> EXERCISE BRIEF
Work out how many lines of the data below hold the string "this". Answer with that number alone.

*****

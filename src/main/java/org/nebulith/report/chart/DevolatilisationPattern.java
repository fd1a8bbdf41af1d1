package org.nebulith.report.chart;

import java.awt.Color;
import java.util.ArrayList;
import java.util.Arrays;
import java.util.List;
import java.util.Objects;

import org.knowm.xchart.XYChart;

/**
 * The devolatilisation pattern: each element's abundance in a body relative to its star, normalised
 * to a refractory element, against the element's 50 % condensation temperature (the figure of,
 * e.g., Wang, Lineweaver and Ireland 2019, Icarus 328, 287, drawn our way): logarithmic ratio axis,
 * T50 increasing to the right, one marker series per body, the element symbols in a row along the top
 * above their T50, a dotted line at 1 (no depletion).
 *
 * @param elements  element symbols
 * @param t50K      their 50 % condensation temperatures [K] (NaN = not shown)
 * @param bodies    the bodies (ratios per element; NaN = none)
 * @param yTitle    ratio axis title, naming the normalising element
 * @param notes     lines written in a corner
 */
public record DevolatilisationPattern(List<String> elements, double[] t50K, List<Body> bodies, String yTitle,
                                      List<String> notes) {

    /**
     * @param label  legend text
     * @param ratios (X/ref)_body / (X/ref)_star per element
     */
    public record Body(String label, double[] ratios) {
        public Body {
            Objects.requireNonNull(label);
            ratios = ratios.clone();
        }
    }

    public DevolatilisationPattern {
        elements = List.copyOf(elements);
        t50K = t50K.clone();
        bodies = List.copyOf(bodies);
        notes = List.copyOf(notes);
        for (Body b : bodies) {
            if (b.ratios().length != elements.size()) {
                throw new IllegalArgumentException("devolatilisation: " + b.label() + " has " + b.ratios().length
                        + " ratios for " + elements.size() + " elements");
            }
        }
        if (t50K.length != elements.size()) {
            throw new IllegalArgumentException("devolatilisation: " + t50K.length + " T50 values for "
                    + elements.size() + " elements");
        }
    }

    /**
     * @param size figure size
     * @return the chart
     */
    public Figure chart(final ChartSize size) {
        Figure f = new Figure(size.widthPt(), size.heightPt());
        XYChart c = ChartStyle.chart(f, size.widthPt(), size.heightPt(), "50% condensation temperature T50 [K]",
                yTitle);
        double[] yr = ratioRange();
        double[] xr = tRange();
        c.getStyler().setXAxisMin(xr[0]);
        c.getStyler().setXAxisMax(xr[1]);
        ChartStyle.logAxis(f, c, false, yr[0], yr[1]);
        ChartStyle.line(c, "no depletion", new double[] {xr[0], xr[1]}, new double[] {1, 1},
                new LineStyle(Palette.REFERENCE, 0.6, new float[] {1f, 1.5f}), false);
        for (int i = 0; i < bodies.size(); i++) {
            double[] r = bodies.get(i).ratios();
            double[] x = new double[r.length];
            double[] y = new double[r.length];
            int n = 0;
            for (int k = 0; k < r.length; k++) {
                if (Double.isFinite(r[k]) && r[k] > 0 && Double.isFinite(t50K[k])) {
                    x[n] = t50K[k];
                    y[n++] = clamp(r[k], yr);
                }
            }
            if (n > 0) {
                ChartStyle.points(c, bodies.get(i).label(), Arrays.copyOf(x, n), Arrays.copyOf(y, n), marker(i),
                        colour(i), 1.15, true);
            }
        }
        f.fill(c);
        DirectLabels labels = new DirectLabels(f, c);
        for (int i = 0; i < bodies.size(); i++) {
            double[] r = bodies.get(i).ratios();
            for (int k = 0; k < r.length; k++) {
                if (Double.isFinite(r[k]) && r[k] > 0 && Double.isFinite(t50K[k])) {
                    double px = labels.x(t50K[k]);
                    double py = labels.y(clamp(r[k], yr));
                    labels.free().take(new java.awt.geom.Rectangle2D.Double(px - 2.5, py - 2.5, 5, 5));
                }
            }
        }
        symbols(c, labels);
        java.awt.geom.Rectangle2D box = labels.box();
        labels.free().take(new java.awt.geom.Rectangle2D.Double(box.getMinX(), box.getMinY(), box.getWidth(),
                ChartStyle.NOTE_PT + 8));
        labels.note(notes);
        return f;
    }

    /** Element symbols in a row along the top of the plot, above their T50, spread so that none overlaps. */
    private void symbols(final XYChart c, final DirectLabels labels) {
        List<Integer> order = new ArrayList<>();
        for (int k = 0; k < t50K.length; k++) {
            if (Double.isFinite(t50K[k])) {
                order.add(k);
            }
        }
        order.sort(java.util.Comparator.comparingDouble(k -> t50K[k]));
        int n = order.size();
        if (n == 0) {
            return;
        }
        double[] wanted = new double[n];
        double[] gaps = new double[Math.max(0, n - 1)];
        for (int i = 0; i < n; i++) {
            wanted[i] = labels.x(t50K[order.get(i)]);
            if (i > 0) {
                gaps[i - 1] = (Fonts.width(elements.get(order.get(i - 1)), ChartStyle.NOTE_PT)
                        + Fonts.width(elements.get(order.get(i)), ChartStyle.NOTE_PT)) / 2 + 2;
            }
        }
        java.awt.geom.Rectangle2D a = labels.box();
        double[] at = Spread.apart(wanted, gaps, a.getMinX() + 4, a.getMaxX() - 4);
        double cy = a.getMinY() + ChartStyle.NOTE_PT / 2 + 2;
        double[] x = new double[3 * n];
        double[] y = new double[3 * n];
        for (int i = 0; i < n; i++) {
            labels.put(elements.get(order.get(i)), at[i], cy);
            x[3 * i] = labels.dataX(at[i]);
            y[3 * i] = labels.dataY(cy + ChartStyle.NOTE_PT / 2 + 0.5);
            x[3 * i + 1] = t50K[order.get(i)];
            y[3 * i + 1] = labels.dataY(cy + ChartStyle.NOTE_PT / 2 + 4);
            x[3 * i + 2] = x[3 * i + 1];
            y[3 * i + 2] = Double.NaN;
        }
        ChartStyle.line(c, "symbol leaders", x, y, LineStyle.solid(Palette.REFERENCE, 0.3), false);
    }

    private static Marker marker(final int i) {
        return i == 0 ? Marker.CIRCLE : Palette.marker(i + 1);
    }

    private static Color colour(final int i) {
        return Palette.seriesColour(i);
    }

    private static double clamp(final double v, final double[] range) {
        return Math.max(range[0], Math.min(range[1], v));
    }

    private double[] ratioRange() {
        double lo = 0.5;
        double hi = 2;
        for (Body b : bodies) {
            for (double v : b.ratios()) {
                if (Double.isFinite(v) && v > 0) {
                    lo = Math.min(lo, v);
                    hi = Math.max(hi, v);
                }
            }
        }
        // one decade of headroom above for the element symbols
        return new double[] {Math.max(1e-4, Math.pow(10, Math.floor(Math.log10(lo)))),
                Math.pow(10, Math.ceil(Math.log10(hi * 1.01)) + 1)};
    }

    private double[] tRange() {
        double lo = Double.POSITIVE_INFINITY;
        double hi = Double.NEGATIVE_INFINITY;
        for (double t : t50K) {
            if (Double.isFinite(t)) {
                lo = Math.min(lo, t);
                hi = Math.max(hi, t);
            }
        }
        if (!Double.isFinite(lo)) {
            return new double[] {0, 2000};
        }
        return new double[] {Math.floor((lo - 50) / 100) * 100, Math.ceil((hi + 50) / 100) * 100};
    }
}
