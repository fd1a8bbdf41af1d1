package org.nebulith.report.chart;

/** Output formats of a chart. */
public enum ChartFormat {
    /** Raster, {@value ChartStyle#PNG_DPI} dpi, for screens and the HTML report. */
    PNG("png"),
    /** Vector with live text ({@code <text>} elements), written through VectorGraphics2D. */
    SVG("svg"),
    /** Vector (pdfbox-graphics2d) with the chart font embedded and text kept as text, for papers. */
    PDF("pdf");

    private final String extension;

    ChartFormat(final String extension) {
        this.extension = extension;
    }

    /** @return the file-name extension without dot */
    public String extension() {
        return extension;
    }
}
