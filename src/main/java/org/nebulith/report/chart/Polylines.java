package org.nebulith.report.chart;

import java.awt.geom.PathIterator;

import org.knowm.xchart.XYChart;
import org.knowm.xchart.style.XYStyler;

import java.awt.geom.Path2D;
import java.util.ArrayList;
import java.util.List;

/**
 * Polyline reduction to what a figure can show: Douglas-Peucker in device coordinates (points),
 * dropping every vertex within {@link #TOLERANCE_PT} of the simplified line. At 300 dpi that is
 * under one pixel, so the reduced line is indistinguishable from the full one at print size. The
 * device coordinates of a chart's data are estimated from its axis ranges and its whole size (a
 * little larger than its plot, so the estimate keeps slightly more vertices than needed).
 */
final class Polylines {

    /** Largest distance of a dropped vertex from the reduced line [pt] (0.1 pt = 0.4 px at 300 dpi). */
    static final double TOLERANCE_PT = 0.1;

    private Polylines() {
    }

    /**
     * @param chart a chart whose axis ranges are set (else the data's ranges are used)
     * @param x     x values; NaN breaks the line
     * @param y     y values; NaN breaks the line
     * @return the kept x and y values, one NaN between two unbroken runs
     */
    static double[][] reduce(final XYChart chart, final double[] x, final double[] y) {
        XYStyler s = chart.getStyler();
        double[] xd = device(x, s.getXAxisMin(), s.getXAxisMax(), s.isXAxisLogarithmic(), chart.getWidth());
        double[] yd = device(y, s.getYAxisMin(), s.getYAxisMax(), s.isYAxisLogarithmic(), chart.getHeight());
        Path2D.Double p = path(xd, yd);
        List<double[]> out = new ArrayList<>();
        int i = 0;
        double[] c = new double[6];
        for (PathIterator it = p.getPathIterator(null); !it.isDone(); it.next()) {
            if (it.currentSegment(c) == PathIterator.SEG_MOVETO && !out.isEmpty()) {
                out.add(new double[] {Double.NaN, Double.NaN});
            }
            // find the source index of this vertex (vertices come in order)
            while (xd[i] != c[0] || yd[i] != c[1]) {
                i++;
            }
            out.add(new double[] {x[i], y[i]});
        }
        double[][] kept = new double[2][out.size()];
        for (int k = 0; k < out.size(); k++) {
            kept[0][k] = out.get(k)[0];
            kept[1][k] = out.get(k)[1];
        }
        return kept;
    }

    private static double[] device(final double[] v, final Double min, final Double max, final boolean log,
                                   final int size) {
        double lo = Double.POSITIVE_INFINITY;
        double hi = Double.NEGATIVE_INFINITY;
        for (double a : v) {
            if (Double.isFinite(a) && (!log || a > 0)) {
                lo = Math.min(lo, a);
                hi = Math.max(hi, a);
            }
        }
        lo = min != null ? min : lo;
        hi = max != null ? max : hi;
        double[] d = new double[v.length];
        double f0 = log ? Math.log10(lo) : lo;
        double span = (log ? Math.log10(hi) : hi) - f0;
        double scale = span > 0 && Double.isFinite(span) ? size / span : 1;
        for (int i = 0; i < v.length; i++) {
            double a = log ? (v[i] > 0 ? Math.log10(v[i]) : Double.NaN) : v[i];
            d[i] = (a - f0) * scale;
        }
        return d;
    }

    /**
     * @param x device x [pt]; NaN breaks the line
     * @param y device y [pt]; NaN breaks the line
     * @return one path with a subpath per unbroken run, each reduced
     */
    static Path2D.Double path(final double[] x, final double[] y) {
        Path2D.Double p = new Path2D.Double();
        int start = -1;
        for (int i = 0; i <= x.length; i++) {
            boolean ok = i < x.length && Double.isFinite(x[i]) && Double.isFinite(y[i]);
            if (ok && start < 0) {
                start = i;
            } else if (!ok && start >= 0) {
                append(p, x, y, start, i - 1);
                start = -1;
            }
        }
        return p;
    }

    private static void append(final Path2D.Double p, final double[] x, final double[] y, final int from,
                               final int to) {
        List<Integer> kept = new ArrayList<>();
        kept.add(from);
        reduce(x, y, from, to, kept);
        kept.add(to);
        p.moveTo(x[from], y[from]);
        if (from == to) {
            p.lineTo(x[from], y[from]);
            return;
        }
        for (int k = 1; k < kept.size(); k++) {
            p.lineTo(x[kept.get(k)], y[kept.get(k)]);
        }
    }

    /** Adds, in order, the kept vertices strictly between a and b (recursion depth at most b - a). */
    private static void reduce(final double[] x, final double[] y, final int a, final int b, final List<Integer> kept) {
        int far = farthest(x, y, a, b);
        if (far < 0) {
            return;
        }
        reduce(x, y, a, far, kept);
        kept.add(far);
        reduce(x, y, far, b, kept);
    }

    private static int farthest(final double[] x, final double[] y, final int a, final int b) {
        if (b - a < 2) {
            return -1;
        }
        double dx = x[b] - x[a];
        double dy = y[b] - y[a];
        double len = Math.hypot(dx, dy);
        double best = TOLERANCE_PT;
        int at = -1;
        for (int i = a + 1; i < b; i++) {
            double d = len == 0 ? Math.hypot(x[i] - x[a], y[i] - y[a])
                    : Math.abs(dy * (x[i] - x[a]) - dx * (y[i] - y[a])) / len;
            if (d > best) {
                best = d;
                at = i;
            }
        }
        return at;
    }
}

*****

> RESPONSE
2